- INSTRUCTIONS TO FOLLOW
Produce an exact copy of the lines from the line containing "Cairo failed). */" through the last line of the entries below, and only those lines.
*** SUPPLIED ENTRIES Section Begins ***
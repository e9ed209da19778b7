#pragma once

#include <cairo.h>

#include "cw-render.h"
#include "cw-scene.h"

G_BEGIN_DECLS

/* A figure painted into an image on a worker thread, so that a window can paint a changed
 * figure while it goes on updating its other widgets; the image is then copied onto the
 * screen in one step. Jobs run one after the other on one thread, in the order they were
 * started. The render layer's text caches are per thread, so the worker keeps its own. */
typedef struct _CwPaintJob CwPaintJob;

/* clang-format off */
/* Starts painting scene (taken) into an opaque image of width x height user units at scale
 * device pixels per unit, as cw_render_figure_paint would paint it. */
CwPaintJob      *cw_paint_job_start (CwScene *scene, gboolean dark, int width, int height, int scale);
/* Lays fig out for mol and an on the worker, as cw_render_figure_scene would, then paints it
 * as cw_paint_job_start does. mol, an and opt's reactivity are copied; data is borrowed: it
 * must stay until the job has been waited for or freed (freeing a running job waits for it).
 * Its scene is known once cw_paint_job_wait has returned; there is no image when there is
 * no scene. */
CwPaintJob      *cw_paint_job_start_figure (CwFigure fig, const CwData *data, const CwMolecule *mol,
                                            const CwAnalysis *an, const CwRenderOptions *opt,
                                            int width, int height, int scale);
/* Loads the worker's fonts before a window's first figures: lays out each figure a window
 * shows for mol (copied) in the conditions cond, at its design size, paints it at scale
 * and throws it away. data is borrowed until the job is freed. The job has no image. */
CwPaintJob      *cw_paint_job_warm_up_figures (const CwData *data, const CwMolecule *mol,
                                               const CwConditions *cond, int scale);
/* Waits until the image is painted and returns it (owned by the job; NULL when Cairo failed). */
cairo_surface_t *cw_paint_job_wait (CwPaintJob *job);
/* Takes the scene back from a finished job (after cw_paint_job_wait). */
CwScene         *cw_paint_job_steal_scene (CwPaintJob *job);
/* Drops the job; a job not started yet is not run. Only a running figure or warm-up job,
 * which reads the borrowed data, is waited for. */
void             cw_paint_job_free (CwPaintJob *job);
/* clang-format on */

G_DEFINE_AUTOPTR_CLEANUP_FUNC (CwPaintJob, cw_paint_job_free)

G_END_DECLS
*** SUPPLIED ENTRIES Section Ends ***
- SOLUTION TO THIS TASK
/* Waits until the image is painted and returns it (owned by the job; NULL when Cairo failed). */
cairo_surface_t *cw_paint_job_wait (CwPaintJob *job);
/* Takes the scene back from a finished job (after cw_paint_job_wait). */
CwScene         *cw_paint_job_steal_scene (CwPaintJob *job);
/* Drops the job; a job not started yet is not run. Only a running figure or warm-up job,
 * which reads the borrowed data, is waited for. */
void             cw_paint_job_free (CwPaintJob *job);
/* clang-format on */

G_DEFINE_AUTOPTR_CLEANUP_FUNC (CwPaintJob, cw_paint_job_free)

G_END_DECLS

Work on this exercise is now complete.